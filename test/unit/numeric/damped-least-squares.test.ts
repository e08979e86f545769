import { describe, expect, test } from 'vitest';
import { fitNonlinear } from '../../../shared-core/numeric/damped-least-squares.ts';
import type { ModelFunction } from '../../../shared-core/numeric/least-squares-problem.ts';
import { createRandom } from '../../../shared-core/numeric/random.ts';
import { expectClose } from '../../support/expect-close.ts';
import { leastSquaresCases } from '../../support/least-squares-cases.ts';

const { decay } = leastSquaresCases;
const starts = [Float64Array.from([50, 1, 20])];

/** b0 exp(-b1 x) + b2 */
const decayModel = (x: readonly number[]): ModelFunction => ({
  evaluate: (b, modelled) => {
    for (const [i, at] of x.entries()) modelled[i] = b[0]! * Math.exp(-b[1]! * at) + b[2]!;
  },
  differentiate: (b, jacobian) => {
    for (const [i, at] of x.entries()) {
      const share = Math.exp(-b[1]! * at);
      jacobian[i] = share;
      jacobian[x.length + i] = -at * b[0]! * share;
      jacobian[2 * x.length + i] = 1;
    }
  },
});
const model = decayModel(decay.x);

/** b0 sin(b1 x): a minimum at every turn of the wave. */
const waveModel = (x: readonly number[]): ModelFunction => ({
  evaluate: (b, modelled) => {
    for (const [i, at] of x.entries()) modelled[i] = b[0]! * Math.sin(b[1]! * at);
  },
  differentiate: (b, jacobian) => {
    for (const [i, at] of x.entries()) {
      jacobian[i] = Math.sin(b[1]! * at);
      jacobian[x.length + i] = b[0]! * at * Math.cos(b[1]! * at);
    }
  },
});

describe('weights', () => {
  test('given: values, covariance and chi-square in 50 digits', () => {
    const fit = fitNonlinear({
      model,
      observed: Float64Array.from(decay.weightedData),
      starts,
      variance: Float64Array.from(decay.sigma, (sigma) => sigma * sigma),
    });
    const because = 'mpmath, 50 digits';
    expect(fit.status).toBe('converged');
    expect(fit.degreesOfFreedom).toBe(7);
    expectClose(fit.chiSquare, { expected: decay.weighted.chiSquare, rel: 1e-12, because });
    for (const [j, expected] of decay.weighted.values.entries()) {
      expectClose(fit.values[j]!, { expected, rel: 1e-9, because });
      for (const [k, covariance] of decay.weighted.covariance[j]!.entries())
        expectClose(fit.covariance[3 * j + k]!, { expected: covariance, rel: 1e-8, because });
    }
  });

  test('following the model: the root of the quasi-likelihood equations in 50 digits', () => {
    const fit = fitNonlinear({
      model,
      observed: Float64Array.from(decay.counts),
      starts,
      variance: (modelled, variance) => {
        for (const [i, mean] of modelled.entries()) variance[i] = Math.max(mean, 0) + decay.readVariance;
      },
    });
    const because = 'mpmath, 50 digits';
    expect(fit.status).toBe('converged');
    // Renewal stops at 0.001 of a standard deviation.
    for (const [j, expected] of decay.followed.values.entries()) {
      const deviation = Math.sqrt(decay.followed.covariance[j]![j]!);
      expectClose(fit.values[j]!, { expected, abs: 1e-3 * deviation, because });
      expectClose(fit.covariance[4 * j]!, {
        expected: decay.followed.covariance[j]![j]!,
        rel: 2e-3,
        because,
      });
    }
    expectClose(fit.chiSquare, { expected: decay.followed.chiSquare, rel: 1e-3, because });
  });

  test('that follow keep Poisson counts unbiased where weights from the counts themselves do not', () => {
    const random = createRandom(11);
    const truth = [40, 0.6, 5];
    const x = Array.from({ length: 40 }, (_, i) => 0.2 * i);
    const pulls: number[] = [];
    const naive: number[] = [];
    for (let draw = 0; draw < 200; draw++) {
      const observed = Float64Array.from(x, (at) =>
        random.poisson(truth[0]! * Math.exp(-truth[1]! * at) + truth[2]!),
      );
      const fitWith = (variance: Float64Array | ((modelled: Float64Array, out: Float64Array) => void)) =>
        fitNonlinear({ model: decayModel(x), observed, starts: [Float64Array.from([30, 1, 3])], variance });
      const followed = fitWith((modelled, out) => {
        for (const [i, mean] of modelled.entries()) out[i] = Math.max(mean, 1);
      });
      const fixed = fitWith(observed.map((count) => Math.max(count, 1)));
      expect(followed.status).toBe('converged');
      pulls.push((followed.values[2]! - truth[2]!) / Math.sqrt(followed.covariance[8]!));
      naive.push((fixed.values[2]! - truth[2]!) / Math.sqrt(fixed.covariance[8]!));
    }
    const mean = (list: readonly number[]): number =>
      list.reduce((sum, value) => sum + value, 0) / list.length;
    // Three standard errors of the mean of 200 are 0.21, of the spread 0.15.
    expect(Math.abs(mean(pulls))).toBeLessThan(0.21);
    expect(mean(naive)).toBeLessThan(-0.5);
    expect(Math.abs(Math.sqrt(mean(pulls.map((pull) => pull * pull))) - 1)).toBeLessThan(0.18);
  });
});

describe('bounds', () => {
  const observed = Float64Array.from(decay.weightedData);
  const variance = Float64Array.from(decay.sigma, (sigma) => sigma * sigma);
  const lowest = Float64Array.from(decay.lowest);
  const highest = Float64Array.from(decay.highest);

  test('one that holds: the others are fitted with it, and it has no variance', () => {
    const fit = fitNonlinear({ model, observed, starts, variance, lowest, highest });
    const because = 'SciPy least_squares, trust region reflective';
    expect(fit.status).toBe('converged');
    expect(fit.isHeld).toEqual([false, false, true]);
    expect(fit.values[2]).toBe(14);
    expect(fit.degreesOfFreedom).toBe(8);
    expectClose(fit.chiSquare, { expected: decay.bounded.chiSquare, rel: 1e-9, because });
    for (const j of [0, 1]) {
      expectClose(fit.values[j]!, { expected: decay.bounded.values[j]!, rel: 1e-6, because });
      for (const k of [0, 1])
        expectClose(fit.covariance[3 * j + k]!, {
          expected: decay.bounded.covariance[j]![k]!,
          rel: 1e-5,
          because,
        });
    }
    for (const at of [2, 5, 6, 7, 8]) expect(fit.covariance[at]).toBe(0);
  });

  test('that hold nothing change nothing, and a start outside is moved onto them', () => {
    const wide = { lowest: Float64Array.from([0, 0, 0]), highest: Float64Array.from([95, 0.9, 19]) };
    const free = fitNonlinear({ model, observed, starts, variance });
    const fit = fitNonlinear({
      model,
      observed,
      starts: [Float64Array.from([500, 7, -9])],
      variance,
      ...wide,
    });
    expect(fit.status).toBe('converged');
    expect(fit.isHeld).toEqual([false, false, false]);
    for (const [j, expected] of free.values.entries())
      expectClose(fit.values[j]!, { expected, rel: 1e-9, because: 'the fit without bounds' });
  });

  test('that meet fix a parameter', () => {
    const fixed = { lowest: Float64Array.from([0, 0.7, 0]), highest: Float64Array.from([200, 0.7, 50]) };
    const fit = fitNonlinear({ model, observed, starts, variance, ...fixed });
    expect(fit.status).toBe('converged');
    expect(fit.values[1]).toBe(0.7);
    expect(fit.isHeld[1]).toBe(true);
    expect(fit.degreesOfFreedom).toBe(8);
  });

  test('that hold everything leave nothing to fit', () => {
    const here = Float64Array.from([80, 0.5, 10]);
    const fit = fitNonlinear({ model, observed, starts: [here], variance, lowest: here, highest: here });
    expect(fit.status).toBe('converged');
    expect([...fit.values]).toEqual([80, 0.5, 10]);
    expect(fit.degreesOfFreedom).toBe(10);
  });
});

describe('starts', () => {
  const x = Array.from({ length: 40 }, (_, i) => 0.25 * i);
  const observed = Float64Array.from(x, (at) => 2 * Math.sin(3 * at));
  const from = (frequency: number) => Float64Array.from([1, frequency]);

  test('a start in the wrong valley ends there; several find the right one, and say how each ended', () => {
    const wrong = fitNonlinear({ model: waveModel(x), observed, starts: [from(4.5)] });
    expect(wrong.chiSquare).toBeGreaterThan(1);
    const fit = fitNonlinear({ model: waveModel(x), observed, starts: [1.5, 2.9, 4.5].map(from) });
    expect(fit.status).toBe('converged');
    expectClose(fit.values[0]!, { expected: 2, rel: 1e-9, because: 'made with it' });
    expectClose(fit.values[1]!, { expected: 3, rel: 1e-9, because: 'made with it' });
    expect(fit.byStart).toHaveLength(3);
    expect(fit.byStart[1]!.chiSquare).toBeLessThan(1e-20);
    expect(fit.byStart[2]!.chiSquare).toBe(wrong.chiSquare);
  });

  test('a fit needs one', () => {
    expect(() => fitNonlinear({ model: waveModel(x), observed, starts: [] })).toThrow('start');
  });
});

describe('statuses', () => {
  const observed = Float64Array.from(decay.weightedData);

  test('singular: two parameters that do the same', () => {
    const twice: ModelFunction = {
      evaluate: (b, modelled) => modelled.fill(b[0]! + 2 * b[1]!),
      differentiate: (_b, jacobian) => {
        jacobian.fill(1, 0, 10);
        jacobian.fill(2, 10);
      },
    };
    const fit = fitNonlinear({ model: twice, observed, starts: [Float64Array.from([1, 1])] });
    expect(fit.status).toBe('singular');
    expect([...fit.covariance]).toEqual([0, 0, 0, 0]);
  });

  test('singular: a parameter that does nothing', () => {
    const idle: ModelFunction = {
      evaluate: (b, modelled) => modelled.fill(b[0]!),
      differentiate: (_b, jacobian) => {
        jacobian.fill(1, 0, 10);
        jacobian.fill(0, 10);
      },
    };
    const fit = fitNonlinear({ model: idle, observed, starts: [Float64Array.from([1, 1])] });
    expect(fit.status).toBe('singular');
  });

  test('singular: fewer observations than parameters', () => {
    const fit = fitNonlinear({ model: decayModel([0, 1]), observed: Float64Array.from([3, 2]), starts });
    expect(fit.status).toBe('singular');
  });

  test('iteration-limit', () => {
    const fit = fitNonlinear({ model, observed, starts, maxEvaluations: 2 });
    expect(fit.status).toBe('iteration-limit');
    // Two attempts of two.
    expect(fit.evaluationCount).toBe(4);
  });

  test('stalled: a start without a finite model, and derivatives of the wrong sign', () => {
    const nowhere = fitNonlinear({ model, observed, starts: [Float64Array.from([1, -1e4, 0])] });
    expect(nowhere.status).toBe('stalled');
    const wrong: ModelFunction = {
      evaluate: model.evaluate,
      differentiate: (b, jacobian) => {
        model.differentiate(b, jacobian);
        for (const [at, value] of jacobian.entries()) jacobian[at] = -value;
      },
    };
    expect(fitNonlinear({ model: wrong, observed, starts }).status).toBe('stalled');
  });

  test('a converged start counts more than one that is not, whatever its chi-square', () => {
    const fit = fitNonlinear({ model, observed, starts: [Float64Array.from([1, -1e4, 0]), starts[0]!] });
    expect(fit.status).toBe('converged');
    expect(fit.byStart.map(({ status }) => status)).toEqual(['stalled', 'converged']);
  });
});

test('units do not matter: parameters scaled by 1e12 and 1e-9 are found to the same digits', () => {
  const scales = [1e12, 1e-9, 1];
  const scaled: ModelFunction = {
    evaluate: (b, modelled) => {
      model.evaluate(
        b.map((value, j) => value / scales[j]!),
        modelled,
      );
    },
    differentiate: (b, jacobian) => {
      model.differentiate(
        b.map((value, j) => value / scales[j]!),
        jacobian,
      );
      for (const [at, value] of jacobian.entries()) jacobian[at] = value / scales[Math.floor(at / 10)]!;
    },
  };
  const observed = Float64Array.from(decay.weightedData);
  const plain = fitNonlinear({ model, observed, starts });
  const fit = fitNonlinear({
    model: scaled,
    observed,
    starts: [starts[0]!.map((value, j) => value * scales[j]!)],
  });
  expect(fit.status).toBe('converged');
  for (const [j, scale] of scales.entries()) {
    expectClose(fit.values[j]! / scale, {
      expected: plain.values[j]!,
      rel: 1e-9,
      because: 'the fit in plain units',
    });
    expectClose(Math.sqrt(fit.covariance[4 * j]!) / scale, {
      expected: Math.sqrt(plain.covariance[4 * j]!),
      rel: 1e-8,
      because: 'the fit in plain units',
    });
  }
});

■ WORK TASK ■
Which lines of the records contain the word "push"? Copy each of them.

■ OUTPUT FOR THIS TASK ■
      pulls.push((followed.values[2]! - truth[2]!) / Math.sqrt(followed.covariance[8]!));
      naive.push((fixed.values[2]! - truth[2]!) / Math.sqrt(fixed.covariance[8]!));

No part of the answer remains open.